In a second instance, a trans man in Kolkata has been evicted from home by his parents, and under West Bengal’s inheritance laws, he doesn’t have very many options to fight back legally. Currently dependent on friends for shelter, he also lost the job he had in a different city when he agreed to listen to his parents and come to Kolkata (the eviction from home happened after his parents came to know about his desired gender identity, by which time the job was gone as well because of his absence from work).

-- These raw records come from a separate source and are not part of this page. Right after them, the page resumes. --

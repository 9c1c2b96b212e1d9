import { DateTime } from 'luxon';
import type { DemoMaterial, DemoStep } from './catalogue';

/**
 * In-memory simulation of a few weeks of the demo plant: lots received, containers opened and
 * used first-expiry-first-out, batches built step by step, drivers tested. The result is plain
 * rows that seed/plant.ts writes in bulk. Deterministic for a given `now` (seeded random).
 */

export function mulberry32(seed: number): () => number {
  let a = seed >>> 0;
  return () => {
    a = (a + 0x6d2b79f5) >>> 0;
    let t = a;
    t = Math.imul(t ^ (t >>> 15), t | 1);
    t ^= t + Math.imul(t ^ (t >>> 7), t | 61);
    return ((t ^ (t >>> 14)) >>> 0) / 4294967296;
  };
}

export interface SimContainer {
  key: string;
  lotKey: string;
  materialCode: string;
  seq: number;
  quantity: number;
  remaining: number;
  openedAt: DateTime | null;
  thawedAt: DateTime | null;
  location: string;
}

export interface SimLot {
  key: string;
  materialCode: string;
  supplierCode: string;
  supplierLot: string;
  status: 'on_hold' | 'released' | 'quarantined' | 'rejected' | 'used_up';
  statusReason?: string;
  receivedAt: DateTime;
  manufacturedOn: string | null;
  expiresOn: string | null;
  containers: SimContainer[];
}

export interface SimMix {
  key: string;
  stationCode: string;
  resin: SimContainer;
  hardener: SimContainer;
  resinQuantity: number;
  hardenerQuantity: number;
  remaining: number;
  mixedAt: DateTime;
  potLifeEndsAt: DateTime;
  status: 'active' | 'used_up' | 'discarded';
}

export interface SimUse {
  container?: SimContainer;
  mix?: SimMix;
  quantity: number;
}
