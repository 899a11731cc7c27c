import type { SinCosPhasors } from './sinCosFromLines.js';
import { unwrapDeg, wrapDeg } from './unwrapDeg.js';

/**
 * Shaft angle per carrier cycle from resolver-equivalent phasors.
 *
 * 1. The unit's phase lead ψ: an ideal unit's stator phasors are collinear, S = K·sin θ·e^{jψ},
 *    C = K·cos θ·e^{jψ}, so S² + C² = K²·e^{2jψ} whatever θ is; ψ = ½·arg Σ(S² + C²), taken on
 *    the branch |ψ| ≤ 90° (a unit's lead is a few degrees to a few tens; an R1/R2 reversal
 *    at the probe then reads as θ + 180°, as it should).
 * 2. Rotate by −ψ: in-phase parts Re(S·e^{−jψ}), Re(C·e^{−jψ}) carry the signed envelopes;
 *    Im(·) are the quadrature parts, which must not be mistaken for phase.
 * 3. θ = atan2(S_I, C_I), counter-clockwise positive, wrapped to [0, 360).
 * 4. Time stamps: a one-period window centred at carrier phase Φc sees a moving rotor at its
 *    centre minus sin(2(Φc + ψ))/(2ω) samples (for a reference-aligned cycle Φc ≈ π, so ≈
 *    lead/(360·f)); the stamp is moved there, so a turning shaft is not reported early
 *    (derivation in DEVELOPERS.md).
 */
export interface AngleSolution {
  readonly phaseLeadDeg: number;
  readonly tS: Float64Array;
  readonly deg: Float64Array;
  readonly unwrappedDeg: Float64Array;
  /** Radius K = |(S_I, C_I)| per cycle, peak volts (the stator maximum line-to-line). */
  readonly radiusV: Float64Array;
  /** Quadrature of S and C against the unit's phase, peak volts. */
  readonly sinQuadratureV: Float64Array;
  readonly cosQuadratureV: Float64Array;
}

export function estimatePhaseLeadRad(p: SinCosPhasors): number {
  let re = 0;
  let im = 0;
  for (let m = 0; m < p.sinRe.length; m++) {
    const sr = p.sinRe[m]!, si = p.sinIm[m]!, cr = p.cosRe[m]!, ci = p.cosIm[m]!;
    const r = sr * sr - si * si + cr * cr - ci * ci;
    const i = 2 * (sr * si + cr * ci);
    if (Number.isFinite(r) && Number.isFinite(i)) {
      re += r;
      im += i;
    }
  }
  return 0.5 * Math.atan2(im, re); // in (−π/2, π/2]
}

/** The window facts solveAngle needs (a subset of CyclePhasors). */
export interface CycleWindows {
  readonly centreS: Float64Array;
  readonly radPerSample: Float64Array;
  readonly centrePhaseRad: Float64Array;
}

export function solveAngle(
  p: SinCosPhasors,
  windows: CycleWindows,
  sampleRateHz: number,
  phaseLeadRad = estimatePhaseLeadRad(p),
): AngleSolution {
  const { centreS, radPerSample, centrePhaseRad } = windows;
  const n = p.sinRe.length;
  const cosPsi = Math.cos(phaseLeadRad);
  const sinPsi = Math.sin(phaseLeadRad);
  const deg = new Float64Array(n);
  const tS = new Float64Array(n);
  const radiusV = new Float64Array(n);
  const sinQuadratureV = new Float64Array(n);
  const cosQuadratureV = new Float64Array(n);
  for (let m = 0; m < n; m++) {
    // (x + jy)·e^{−jψ} = (x cosψ + y sinψ) + j(y cosψ − x sinψ)
    const sI = p.sinRe[m]! * cosPsi + p.sinIm[m]! * sinPsi;
    const cI = p.cosRe[m]! * cosPsi + p.cosIm[m]! * sinPsi;
    sinQuadratureV[m] = p.sinIm[m]! * cosPsi - p.sinRe[m]! * sinPsi;
    cosQuadratureV[m] = p.cosIm[m]! * cosPsi - p.cosRe[m]! * sinPsi;
    deg[m] = wrapDeg((Math.atan2(sI, cI) * 180) / Math.PI);
    radiusV[m] = Math.hypot(sI, cI);
    const shiftSamples = Math.sin(2 * (centrePhaseRad[m]! + phaseLeadRad)) / (2 * radPerSample[m]!);
    tS[m] = centreS[m]! - shiftSamples / sampleRateHz;
  }
  return {
    phaseLeadDeg: (phaseLeadRad * 180) / Math.PI,
    tS,
    deg,
    unwrappedDeg: unwrapDeg(deg),
    radiusV,
    sinQuadratureV,
    cosQuadratureV,
  };
}
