/**
 * Synchro line-to-line voltages to resolver-equivalent sine and cosine (Scott-T / Clarke).
 *
 * With A = E(S1−S3), B = E(S3−S2), C = E(S2−S1) following the standard synchro equations
 * (A = K·sin θ, B = K·sin(θ+120°), C = K·sin(θ+240°); NEETS Module 15 voltage tables,
 * SAE AS20708B phase order), the least-squares projections onto sin θ and cos θ are
 *   K·sin θ = (2/3)·(A − (B + C)/2),   K·cos θ = (B − C)/√3,
 * which reduce to the textbook Scott-T relations (K·sin θ = A) whenever A + B + C = 0 (Kirchhoff),
 * and average the noise of all three lines when all three are measured.
 */
export function linesToSin(a: number, b: number, c: number): number {
  return (2 / 3) * (a - (b + c) / 2);
}

export function linesToCos(b: number, c: number): number {
  return (b - c) / Math.sqrt(3);
}

/**
 * Fills the one unmeasured line of a synchro from the other two: the three line-to-line voltages
 * sum to zero (Kirchhoff's voltage law around S1, S2, S3).
 */
export function missingLine(x: number, y: number): number {
  return -(x + y);
}
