/**
 * Phase unwrapping (Itoh, "Analysis of the phase unwrapping algorithm", Applied Optics 21(14),
 * 1982): add ±360° whenever successive values differ by more than 180°. NaN values are carried
 * through and skipped when comparing.
 */
export function unwrapDeg(wrapped: ArrayLike<number>, out = new Float64Array(wrapped.length)): Float64Array {
  let offset = 0;
  let previous = NaN;
  for (let i = 0; i < wrapped.length; i++) {
    const v = wrapped[i]!;
    if (Number.isNaN(v)) {
      out[i] = NaN;
      continue;
    }
    if (!Number.isNaN(previous)) {
      const d = v + offset - previous;
      offset -= 360 * Math.round(d / 360);
    }
    out[i] = v + offset;
    previous = out[i]!;
  }
  return out;
}

/** Wraps degrees into [0, 360). */
export function wrapDeg(deg: number): number {
  const w = deg % 360;
  const r = w < 0 ? w + 360 : w;
  return r === 360 ? 0 : r;
}

/** Signed smallest difference a − b in degrees, in (−180, 180]. */
export function angleDiffDeg(a: number, b: number): number {
  let d = (a - b) % 360;
  if (d <= -180) d += 360;
  if (d > 180) d -= 360;
  return d;
}
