import { SYNCHRO_LINE_OF, type BaseRole } from '../model/roles.js';
import type { CyclePhasors } from '../demod/demodulateCycles.js';
import { linesToCos, linesToSin, missingLine } from './scottT.js';

/** The stator channels of one unit: which phasor channel carries which role. */
export interface UnitLines {
  readonly kind: 'synchro' | 'resolver';
  readonly lines: readonly { readonly base: BaseRole; readonly channel: number }[];
}

/** Complex resolver-equivalent signals per cycle: S = K·sin θ·e^{jψ}, C = K·cos θ·e^{jψ}. */
export interface SinCosPhasors {
  readonly sinRe: Float64Array;
  readonly sinIm: Float64Array;
  readonly cosRe: Float64Array;
  readonly cosIm: Float64Array;
  /** How the pair was formed. */
  readonly method: 'three-lines' | 'two-lines' | 'resolver';
  /** For two measured synchro lines: the canonical line (0 = S1-S3, 1 = S3-S2, 2 = S2-S1) that was computed. */
  readonly computedLine?: 0 | 1 | 2;
}

/**
 * Forms S and C for a unit. Synchro: each measured line is mapped to its canonical pair
 * (E(S1−S3), E(S3−S2), E(S2−S1); a reversed pair is negated); with two lines the third follows
 * from Kirchhoff's law, which covers every "two lines against a common lead" wiring; then the
 * Scott-T relations. Resolver: the sin and cos windings directly.
 * Returns undefined when the unit lacks the lines to solve an angle.
 */
export function sinCosFromLines(unit: UnitLines, phasors: CyclePhasors): SinCosPhasors | undefined {
  const n = phasors.cycleCount;
  if (unit.kind === 'resolver') {
    const s = unit.lines.find((l) => l.base === 'sin');
    const c = unit.lines.find((l) => l.base === 'cos');
    if (!s || !c) return undefined;
    return {
      sinRe: phasors.inPhase[s.channel]!,
      sinIm: phasors.quadrature[s.channel]!,
      cosRe: phasors.inPhase[c.channel]!,
      cosIm: phasors.quadrature[c.channel]!,
      method: 'resolver',
    };
  }
  const canonical: ({ channel: number; sign: number } | undefined)[] = [undefined, undefined, undefined];
  for (const line of unit.lines) {
    const map = SYNCHRO_LINE_OF[line.base];
    if (map && canonical[map.line] === undefined) canonical[map.line] = { channel: line.channel, sign: map.sign };
  }
  const present = canonical.filter((c) => c !== undefined).length;
  if (present < 2) return undefined;
  const missing = canonical.findIndex((c) => c === undefined);

  const build = (parts: readonly Float64Array[]): { s: Float64Array; c: Float64Array } => {
    const s = new Float64Array(n);
    const c = new Float64Array(n);
    const get = (k: number, m: number): number => {
      const entry = canonical[k]!;
      return entry.sign * parts[entry.channel]![m]!;
    };
    for (let m = 0; m < n; m++) {
      let a: number, b: number, cc: number;
      if (missing === 0) {
        b = get(1, m); cc = get(2, m); a = missingLine(b, cc);
      } else if (missing === 1) {
        a = get(0, m); cc = get(2, m); b = missingLine(a, cc);
      } else if (missing === 2) {
        a = get(0, m); b = get(1, m); cc = missingLine(a, b);
      } else {
        a = get(0, m); b = get(1, m); cc = get(2, m);
      }
      s[m] = linesToSin(a, b, cc);
      c[m] = linesToCos(b, cc);
    }
    return { s, c };
  };
  const re = build(phasors.inPhase);
  const im = build(phasors.quadrature);
  return {
    sinRe: re.s,
    sinIm: im.s,
    cosRe: re.c,
    cosIm: im.c,
    method: present === 3 ? 'three-lines' : 'two-lines',
    ...(missing >= 0 ? { computedLine: missing as 0 | 1 | 2 } : {}),
  };
}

It’s a miracle that he’s still able to smile every time we meet. Queer support forums in Kolkata have so far only been able to provide him one-off livelihood support and little else besides. It’s to his credit that he doesn’t dwell too bitterly on this aspect. But how must queer public celebrations and protests appear in the eyes of this individual struggling daily with an emptiness that threatens to engulf him?

Is this too much of negativity? Of course, I wish 2019 to be happy for everyone. The desire for not pushing away the alienation I feel is no hatred for optimism. But it may be that a detour at this stage may lead to my own confrontation with emotions that I’ve successfully dammed (or damned) away. And that a New Year will eventually dawn for me too. Just that it may not be determined by pre-set calendars or other such sundry conventions.